[TASK DETAILS] Look for "typeof value === 'number'" in the entries below. Write out that line and all later lines exactly, ending with the final one.

[Dataset entries]
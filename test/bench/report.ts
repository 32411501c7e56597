/** What a benchmark found: one JSON object a line, or aligned columns. */
export type BenchRecord = { readonly [key: string]: string | number | boolean };

export interface Report {
  readonly record: (record: BenchRecord) => void;
  readonly remark: (text: string) => void;
}

export function createReport(json: boolean): Report {
  let heads = '';
  return {
    record: (record) => {
      if (json) {
        console.log(JSON.stringify(record));
        return;
      }
      const keys = Object.keys(record);
      const line = (cells: readonly string[]): string =>
        cells
          .map((cell) => cell.padEnd(cell.length > 12 ? 34 : 12))
          .join(' ')
          .trimEnd();
      if (keys.join() !== heads) {
        heads = keys.join();
        console.log(
          `\n${line(keys.map((key, k) => (String(Object.values(record)[k]).length > 12 ? key.padEnd(34) : key)))}`,
        );
      }
      console.log(
        line(
          Object.values(record).map((value) =>
            typeof value === 'number' ? String(Number(value.toPrecision(4))) : String(value),
          ),
        ),
      );
    },
    remark: (text) => console.error(text),
  };
}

[TASK OUTPUT]
            typeof value === 'number' ? String(Number(value.toPrecision(4))) : String(value),
          ),
        ),
      );
    },
    remark: (text) => console.error(text),
  };
}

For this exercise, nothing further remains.